Records for the task
"""What other people measured or published, beside what the model says: one list for the tests and for docs/model.md.

``sets``: the value set a constant of the profile or of the model, so that agreement says nothing; all others are
predicted. Rates in 10^9 byte/s unless the words say otherwise.
"""

from __future__ import annotations

import csv
from collections.abc import Iterator
from dataclasses import dataclass, replace
from pathlib import Path
from typing import Literal

from beatwise.memory import board, queueing, rows, switch
from beatwise.memory.demand import Demand
from beatwise.memory.latency import idle_read_cycles
from beatwise.memory.onchip import BLOCK_18K, blocks, burst_buffer_blocks
from beatwise.memory.price import price
from beatwise.model.board import Board

HERE = Path(__file__).parent
DDR, HBM = board("ddr4-2400-1ch"), board("hbm2-32ch")
SIMULATED = {path.stem: board(path) for path in sorted((HERE / "boards").glob("*.toml"))}


@dataclass(frozen=True, slots=True)
class Check:
    """One value of a source and the model's; ``tolerance`` is relative."""

    source: str
    what: str
    value: float
    model: float
    tolerance: float = 0.10
    sets: bool = False  #: the value set a constant
    seen: bool = True  #: read in the source itself; else at second hand, from memory, or computed

    @property
    def error(self) -> float:
        return self.model / self.value - 1


# AXI burst log: README log of a public example suite, "AXI burst performance", one DDR4-2400 channel, 300 MHz, 16 MiB
# buffers, one direction at a time. It prints GiB/s; converted (x 1.0737). (beats, outstanding): at 256, at 512 bits.
READS = {
    (4, 4): (2.171, 4.220), (16, 4): (7.311, 14.078), (32, 4): (9.234, 18.062),
    (4, 32): (9.328, 18.063), (16, 32): (9.599, 18.071), (32, 32): (9.599, 18.062),
}  # fmt: skip
READS_SET = {(4, 4, 32), (16, 4, 32), (16, 4, 64), (16, 32, 64)}  #: latency, cycles a beat adds, read cap
WRITES = {
    (4, 4): (2.866, 5.519), (16, 4): (7.113, 12.664), (32, 4): (8.158, 15.778),
    (4, 32): (4.800, 9.599), (16, 32): (7.679, 15.355), (32, 32): (8.532, 16.276),
}  # fmt: skip
WRITES_SET = {(4, 4, 32), (4, 4, 64), (16, 4, 64), (4, 32, 32), (32, 32, 64)}  #: latency, gap, write cap
# Tutorial XD099, "using HBM", part 3: one port of 512 bits, random transactions, over 1, 2 and 4 pseudo-channels, 128
# outstanding. Its clock is not stated; 300 MHz inferred.
GROUPS = {
    64: (4.754, 0.761, 0.553), 128: (9.599, 1.499, 1.075), 256: (12.616, 2.711, 1.995),
    512: (13.134, 4.499, 3.499), 1024: (13.155, 6.547, 5.531),
}  # fmt: skip
GROUPS_SET = {(64, 1), (128, 1), (64, 2), (64, 4)}  #: request cycles; what a change of channel costs


def checks() -> tuple[Check, ...]:
    """Every value, by source."""
    return (*_axi_bursts(), *_channel_groups(), *_channels(), *_banks(), *_switches(), *_queues(), *_blocks())


def _gbps(on: Board, ask: Demand) -> float:
    return price(on, ask).gbps


def _axi_bursts() -> Iterator[Check]:
    for direction, table, setting in (("read", READS, READS_SET), ("write", WRITES, WRITES_SET)):
        for (beats, outstanding), values in table.items():
            for beat, value in zip((32, 64), values, strict=True):
                ask = Demand("read" if direction == "read" else "write", beat, beat, beats, outstanding, None)
                what = f"{direction}s, {beat * 8} bits, bursts of {beats}, {outstanding} outstanding"
                yield Check("AXI burst log", what, value, _gbps(DDR, ask), sets=(beats, outstanding, beat) in setting)


def _channel_groups() -> Iterator[Check]:
    for size, values in GROUPS.items():
        for channels, value in zip((1, 2, 4), values, strict=True):
            ask = Demand("read", 64, 64, min(16, size // 64), 128, size, channels=channels)
            what = f"random {size} bytes over {channels} pseudo-channels"
            yield Check("XD099, part 3", what, value, _gbps(HBM, ask), sets=(size, channels) in GROUPS_SET)
    for channels, value in ((1, 13.07), (2, 13.12), (4, 13.145)):
        ask = Demand("read", 64, 64, 16, 128, None, channels=channels)
        yield Check("XD099, part 3", f"sequential over {channels} pseudo-channels", value, _gbps(HBM, ask))
    log = "example suite's log"
    random = Demand("read", 64, 64, 2, 64, 128)
    yield Check(
        log, "random 128 bytes, a pseudo-channel for each of 12 ports, a port", 11.50, _gbps(HBM, random), sets=True
    )
    yield Check(log, "rows limit of the same", 11.50, rows.walk(HBM, 128))
    yield Check(log, "random 128 bytes over 4 pseudo-channels", 1.032, _gbps(HBM, replace(random, channels=4)))


def _channels() -> Iterator[Check]:
    """What a channel gives at best, and to reads and writes in turns."""
    log, best = "example suite's log", Demand("read", 64, 64, 64, 64, None)
    writes, mixed = replace(best, direction="write"), replace(best, direction="mixed")
    yield Check(
        "Wang et al., FCCM 2020, table V", "HBM2 read cap", 13.27, _gbps(HBM, best), 0.03, sets=True, seen=False
    )
    yield Check(
        "Wang et al., FCCM 2020, table V", "HBM2 peak less refresh", 13.27, HBM.refreshed_gbps, 0.03, seen=False
    )
    yield Check("Wang et al., FCCM 2020, table V", "DDR4 peak less refresh", 18.0, DDR.refreshed_gbps, 0.03, seen=False)
    yield Check("Wang et al., FCCM 2020, abstract", "32 pseudo-channels", 425, 32 * _gbps(HBM, best), 0.03)
    yield Check(log, "32 pseudo-channels at a time", 421.3, 32 * _gbps(HBM, best), 0.03)
    yield Check(log, "12 pseudo-channels at a time", 158.3, 12 * _gbps(HBM, best), 0.03)
    yield Check(log, "three ports over 32 pseudo-channels", 39.23, 3 * _gbps(HBM, replace(best, channels=32)), 0.03)
    yield Check("XD099, part 1", "about what two stacks give", 420, 32 * _gbps(HBM, best), 0.02)
    yield Check(
        "Lu et al., FPGA 2021", "HBM2 writes, 32 ports", 421.8, 32 * _gbps(HBM, writes), 0.03, sets=True, seen=False
    )
    yield Check("Lu et al., FPGA 2021", "HBM2, one port", 13.2, _gbps(HBM, best), 0.03, seen=False)
    yield Check("Lu et al., FPGA 2021", "DDR4 reads", 17.94, _gbps(DDR, best), 0.03, seen=False)
    yield Check("Lu et al., FPGA 2021", "DDR4 writes", 16.11, _gbps(DDR, writes), 0.03, seen=False)
    four = board("ddr4-2400-4ch")
    yield Check("Lu et al., FPGA 2021", "DDR4 reads, 4 channels", 71.7, 4 * _gbps(four, best), 0.03, seen=False)
    yield Check("Lu et al., FPGA 2021", "DDR4 writes, 4 channels", 64.6, 4 * _gbps(four, writes), 0.03, seen=False)
    yield Check(log, "HBM2, two reads and a write on one pseudo-channel", 11.19, _gbps(HBM, mixed), sets=True)
    yield Check(log, "DDR4, reads and writes on each of 4 channels", 52.2, 4 * _gbps(four, mixed), sets=True)
    three = 2 * _gbps(HBM, best) + _gbps(HBM, writes)
    paced = min(_gbps(HBM, best), _gbps(HBM, replace(writes, burst_beats=16)))
    yield Check(
        log,
        "two reads and a write, a pseudo-channel each: ratio to one (launch time included there)",
        2.76,
        3 * paced / _gbps(HBM, mixed),
        0.30,
    )
    yield Check(log, "the same, three pseudo-channels (launch time included there)", 30.92, min(three, 3 * paced), 0.30)
    steps = replace(writes, burst_beats=16, outstanding=16)
    yield Check("XD099, part 2", "DDR4, vector add in lockstep, a port", 15.17, _gbps(DDR, steps))
    cited = "HBM2E guide 773264, 6.1.1"
    yield Check(cited, "a stack of HBM2E at 90 %", 368.6, 16 * _gbps(board("hbm2e-32ch"), best), 0.01, sets=True)


def _banks() -> Iterator[Check]:
    wang = "Wang et al., FCCM 2020"
    banks, share = rows.banks(HBM, 1), 1 - HBM.refresh_ns / HBM.refresh_interval_ns

    def touching(step: int, below: int) -> float:
        places = (number * step % below // 32 for number in range(8192))
        return share * 8192 * 32 / rows.walk_ns(banks, places)

    yield Check(f"{wang}, fig. 7", "32 bytes every 4 KiB within 8 KiB", 6.7, touching(4096, 8192), 0.05, seen=False)
    yield Check(f"{wang}, fig. 7", "32 bytes every 4 KiB within 256 MiB", 2.4, touching(4096, 2**28), 0.05, seen=False)
    banks_first = replace(HBM, address_map="group:2 bank:2 row:14 column:5")
    ratio = rows.walk(HBM, 32, 1024) / rows.walk(banks_first, 32, 1024)
    yield Check(
        f"{wang}, fig. 6", "32 bytes every KiB: ratio of two address maps", 10, ratio, 0.20, sets=True, seen=False
    )
    for on, hit, mhz, closed, other in ((HBM, 48, 450, 55, 62), (DDR, 22, 300, 27, 32)):
        for row, value in (("closed", closed), ("other", other)):
            cycles = idle_read_cycles(on, "closed" if row == "closed" else "other", hit_cycles=hit, mhz=mhz)
            yield Check(
                f"{wang}, table IV", f"{on.name}: cycles of an idle read, row {row}", value, cycles, 0, seen=False
            )


def _switches() -> Iterator[Check]:
    guide = "PG276, lateral switch access"
    inside = min(switch.rates(HBM, [(0, 3), (1, 2), (2, 1), (3, 0)], 1.0))
    yield Check(guide, "within one switch, share of a port", 1, inside, 0)
    yield Check(guide, "two ports that share a lateral link", 0.5, min(switch.rates(HBM, [(0, 4), (1, 5)], 1.0)), 0)
    yield Check(guide, "two ports on two lateral links", 1, min(switch.rates(HBM, [(0, 4), (2, 5)], 1.0)), 0)
    writes = sum(switch.rates(HBM, [(0, 4), (1, 5)], 1.0, write_beats=16))
    yield Check(guide, "writes of 16 beats that share a lateral link: L / (L + 1)", 16 / 17, writes, 1e-9)
    alone = switch.rates(HBM, [(0, 31)], 1.0)[0]
    yield Check("Wang et al., FCCM 2020, fig. 8", "one port, seven switches away", 1, alone, 0, seen=False)


def _queues() -> Iterator[Check]:
    heads = (1, 0.75, 0.68254, 0.65524, 0.63992, 0.63015, 0.62337, 0.61839)
    for ports, value in enumerate(heads, 1):
        what = f"head-of-line blocking, {ports} ports"
        yield Check("Karol et al., 1987, table I", what, value, queueing.head_of_line(ports), 1e-4, seen=False)
    for ports, value in ((2, 0.75), (3, 0.7037), (4, 0.6836), (8, 0.6564), (16, 0.6439), (32, 0.6379)):
        yield Check(
            "textbook", f"losers dropped, {ports} ports", value, queueing.losers_dropped(ports), 1e-4, seen=False
        )
    patel = "Patel, 1981, recursion"
    for stages, value in enumerate((1, 0.75, 0.609375, 0.516541, 0.449837, 0.399249, 0.359399)):
        yield Check(patel, f"banyan of 2x2, {stages} stages", value, queueing.banyan(stages), 1e-5, seen=False)
    for stages, value in enumerate((0.4375, 0.389648, 0.351692, 0.320770), 1):
        yield Check(
            patel, f"the same offered 0.5, {stages} stages", value, queueing.banyan(stages, 0.5), 1e-5, seen=False
        )
    for stages, value in enumerate((0.683594, 0.527468, 0.432004), 1):
        yield Check(patel, f"network of 4x4, {stages} stages", value, queueing.banyan(stages, 1, 4), 1e-5, seen=False)
    for banks, draws, value in ((16, 4, 3.6404), (16, 16, 10.3028), (32, 8, 7.1776), (32, 32, 20.4142)):
        what = f"banks hit by {draws} draws of {banks}"
        yield Check("occupancy formula", what, value, queueing.banks_hit(banks, draws), 1e-4, seen=False)
    for banks, value in ((2, 1.5), (4, 2.125), (8, 2.5972), (16, 3.0782)):
        yield Check("exact count", f"busiest of {banks} banks", value, queueing.busiest_bank(banks), 1e-4, seen=False)


def _blocks() -> Iterator[Check]:
    for words, width, value in ((512, 32, 1), (512, 64, 2), (1024, 32, 2), (512, 512, 15), (16, 512, 15)):
        what = f"FIFO of {words} x {width} bits, blocks of 18 Kb"
        yield Check("memory guides UG953, UG573, counted", what, value, blocks(words, width, BLOCK_18K), 0, seen=False)
    what = "buffer of 16 x 16 beats of 512 bits, blocks of 36 Kb"
    yield Check("HLS user guide UG1399, counted", what, 8, burst_buffer_blocks(16, 16, 512), 0, seen=False)


def simulated() -> tuple[Check, ...]:
    """Every row of dram_cycle_sim.csv; dram_cycle_sim.md says where it comes from."""
    with (HERE / "dram_cycle_sim.csv").open() as file:
        return tuple(_simulated(row) for row in csv.DictReader(file))


def _simulated(row: dict[str, str]) -> Check:
    on = SIMULATED[row["memory"]]
    size, pattern = int(row["bytes"] or 0), row["pattern"]
    direction: Literal["read", "write", "mixed"] = (
        "mixed" if row["direction"] == "mixed" else "read" if row["direction"] == "read" else "write"
    )
    run = {"run": size, "stride": on.granule_bytes}.get(pattern)
    beats = 64 if run is None else max(1, run // 64)
    ask = Demand(direction, 64, min(64, run or 64), beats, 512, run, size if pattern == "stride" else None)
    setting = (on.name, direction, pattern, size) in SIMULATED_SET
    tolerance = 0.15 if direction == "mixed" else 0.10
    what = f"{direction}, {pattern} {size or ''}".strip()
    return Check(row["memory"], what, float(row["gbytes_per_s"]), _gbps(on, ask), tolerance, setting)


SIMULATED_SET = {
    ("hbm2-pseudo-channel-2.0Gbps", "read", "stride", 1024), ("hbm2-pseudo-channel-2.0Gbps", "read", "stride", 8192),
    ("hbm2-pseudo-channel-2.0Gbps", "read", "stride", 16384), ("hbm2-pseudo-channel-2.0Gbps", "read", "stride", 32768),
    ("ddr4-2400-64bit", "read", "stride", 65536), ("ddr4-2400-64bit", "read", "stride", 131072),
    ("ddr4-2400-64bit", "read", "stride", 8192), ("ddr4-2400-64bit", "read", "stride", 16384),
    ("hbm2-pseudo-channel-2.0Gbps", "mixed", "sequential", 0), ("ddr4-2400-64bit", "mixed", "sequential", 0),
    ("ddr4-2400-64bit", "read", "run", 4096), ("ddr4-2400-64bit", "read", "sequential", 0),
}  #: page and ranks that the note does not give, sharpness, turnaround, lead of a bank group  # fmt: skip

What needs to be done
Go through the listing above, count the lines that contain "lateral", and state that number alone.

Answer to this exercise
4